What makes you so certain that Tesla has so much more ability to execute than
the big three auto companies? They're years and years behind in the "deliver a
few people electric cars" race
(<http://en.wikipedia.org/wiki/Who_Killed_the_Electric_Car>). And based on the
executive turnover at Tesla, how could anyone really be sure that the
leadership there is stable enough to be trusted to actually make good on a
government loan?

I know the Roadster is awesome, and I agree with most of your points about it
being at least a legit, innovative, and potentially affordable venture.
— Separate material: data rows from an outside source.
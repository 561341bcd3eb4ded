package ingest

import (
	"errors"
	"strconv"

	"driftfit/rolling"
)

// Reason classifies why input was refused. The decoder sets the reasons up
// to ReasonLengthMismatch that it can see in the bytes; the service adds
// the ones that need its configuration or clock (future time, too old,
// unit mismatch). String gives a stable snake_case label for metrics and
// dead-letter headers.
type Reason uint8

const (
	ReasonUnknown        Reason = iota // zero value: not classified
	ReasonMalformed                    // payload is not valid JSON or not a reading or batch
	ReasonMissingField                 // t or v absent or null
	ReasonBadTime                      // t present but not a usable time
	ReasonNonFinite                    // v or ref is NaN, infinite or beyond float64
	ReasonWrongType                    // a field or array element of the wrong JSON type
	ReasonOversized                    // payload larger than the limit
	ReasonFutureTime                   // t later than now plus the allowed skew
	ReasonTooOld                       // t older than every window of the sensor
	ReasonUnitMismatch                 // unit differs from the sensor's configured unit
	ReasonLengthMismatch               // batch arrays of different lengths
	ReasonBadSensorID                  // the subject's sensor id fails CheckSensorID
	ReasonTooManySensors               // a new sensor id beyond Options.MaxSensors
	ReasonDuplicate                    // a reading the sensor already holds (see Dedup)
	ReasonOutOfRange                   // v beyond ±rolling.MaxValue: a pane's sums of its squares would overflow
)

var reasonNames = [...]string{
	ReasonUnknown:        "unknown",
	ReasonMalformed:      "malformed_payload",
	ReasonMissingField:   "missing_field",
	ReasonBadTime:        "bad_time",
	ReasonNonFinite:      "non_finite",
	ReasonWrongType:      "wrong_type",
	ReasonOversized:      "oversized",
	ReasonFutureTime:     "future_time",
	ReasonTooOld:         "too_old",
	ReasonUnitMismatch:   "unit_mismatch",
	ReasonLengthMismatch: "length_mismatch",
	ReasonBadSensorID:    "bad_sensor_id",
	ReasonTooManySensors: "too_many_sensors",
	ReasonDuplicate:      "duplicate",
	ReasonOutOfRange:     "out_of_range",
}

// String returns the label, e.g. "bad_time"; values outside the list
// print as "reason(N)".
func (r Reason) String() string {
	if int(r) < len(reasonNames) {
		return reasonNames[r]
	}
	return "reason(" + strconv.Itoa(int(r)) + ")"
}

// foldReason classifies why a sensor's worker refused a decoded reading.
func foldReason(err error) Reason {
	switch {
	case errors.Is(err, ErrDuplicate):
		return ReasonDuplicate
	case errors.Is(err, rolling.ErrTooOld), errors.Is(err, errBeforeRestart):
		return ReasonTooOld
	case errors.Is(err, rolling.ErrOutOfRange):
		return ReasonOutOfRange
	}
	return ReasonUnknown
}
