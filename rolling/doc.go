// Package rolling keeps least-squares fits of one sensor's readings over
// sliding time windows, updated in O(1) per reading. It is pure
// computation: no I/O, no clock, no goroutines.
//
// # Windows and panes
//
// A window has a span S and a pane width w, S a whole multiple of w. Panes
// are aligned to the Unix epoch: pane k holds the readings with
// k·w ≤ t < (k+1)·w. The window holds the S/w most recent panes, ending
// with the pane of the newest reading seen. Readings may arrive out of
// order; one whose pane is already older than a window is not part of it
// (counted by Sensor.Late), and Sensor.Add refuses it with ErrTooOld when no
// window takes it. Windows of one sensor with the same pane width share one
// ring of panes.
//
// Each pane keeps the sufficient statistics of its readings (160 bytes), so
// a window slides by dropping whole panes: no raw readings are kept, and no
// error accumulates, since nothing is ever subtracted from a running sum.
// Sensor.AppendPanes turns a window's panes back into counts, mean values
// and mean times, for a picture of the readings behind a fit.
//
// # Models
//
// Sensor.Solve fits three models on τ = (t − t_newest) in days, t_newest
// being the newest reading of the window:
//
//   - Line: y ≈ c0 + c1·τ. c0 is the level now, c1 the drift rate per day.
//   - Parabola: y ≈ c0 + c1·τ + c2·τ². c1 is the slope now (per day), c2 the
//     curvature per day² (the slope changes by 2·c2 per day).
//   - Exp: ln y ≈ c0 + c1·τ over the readings with y > 0. c1 is the growth
//     rate per day, ln 2/c1 the doubling time in days (halving if c1 < 0).
//
// Each Fit reports the coefficients with standard errors and 95% confidence
// intervals (Student's t with n − p degrees of freedom), the residual
// standard deviation, R², the condition number of the scaled normal matrix
// and whether it is positive definite. Fit.Predict gives a value with its
// 95% prediction interval; Fit.TimeToLimit the time until a trend reaches a
// limit, with the interval from the prediction band (when a single
// reading may be found beyond it); Fit.MeanTimeToLimit the time until the
// fitted mean reaches it, with Fieller's interval and a one-sided lower
// confidence bound (a due date).
//
// To add a model: a Model constant and its name and coefficient count in
// model.go (Models lists them in report order), its normal equations from
// the pane sums in the solve of fit.go (a model on a transform of y, like
// Exp, needs its sums kept per pane in pane.go and encoded in state.go,
// with a format version), a Fit field in Solution, and a reference check
// in fit_test.go against gonum's batch least squares.
//
// # Serial correlation
//
// Plant noise is autocorrelated, and the standard errors above assume it
// is not. Each fit also reports the lag-1 autocorrelation R1 of its
// residuals, over consecutive readings in time order (each pane keeps the
// sums of its consecutive differences and its last value, so neighbouring
// panes are bridged), and standard errors and intervals corrected for it
// with the effective sample size of Santer et al. (2000): SEAdj, CIAdj.
// SerialErr says when that is not possible: fewer than MinPairs pairs, or
// readings that arrived out of order in too many panes (such a pane
// contributes no pair). A short window should borrow the estimate of a
// long window of the same sensor: Solution.WithSerial.
//
// # Precision
//
// Unix times in seconds, squared and raised to the fourth power, leave no
// significant digit in float64 sums. Here a pane stores time as the
// position u ∈ [0, 1) after its earliest reading, in pane widths, and
// values relative to its first value; solving shifts those sums exactly
// onto a time scaled to [−1, 1] across the window's readings, and computes
// the residual sum of squares pane by pane from the pane's own sums,
// never as a difference of two window totals. Readings bunched into part
// of a wide pane, 1-ns steps, or thousands of readings at one instant keep
// 10 or more significant digits against exact rational least squares
// (exact_test.go). A residual sum below its rounding bound is reported as
// ErrUnresolved, with upper-bound standard errors, not as zero. Sensor.Add
// refuses values beyond ±MaxValue (ErrOutOfRange), so that no pane sum
// can overflow; values so close together that their squared differences
// are subnormal (near 1e-154) give ErrNumeric. Fits feeding the NIST StRD Norris and Pontius data one
// reading at a time reproduce the certified values to 12 or more
// significant digits, with or without a 2026 epoch offset, when the data
// spread over several panes; see nist_test.go for the one-pane limit.
package rolling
But
you kind of omit the part of the argument about why Tesla deserves it and the
other companies don't...

------
sarvesh
Randall is really short sighted
([http://www.nytimes.com/2008/11/30/business/30digi.html?_r=1&...](http://www.nytimes.com/2008/11/30/business/30digi.html?_r=1&ref=business)).
The big three want to be bailed out using this fund which defeats the whole
purpose of why this fund was started in the first place. I don't see how
giving this money to the big three will help anyone. They will go on to build
those big SUVs and will need more money in six months. The jobs that would be
saved will be at stake again.

Jobs at companies like Tesla are more likely to stay. I personally would like
my tax dollars going to someone like Telsa rather than GM.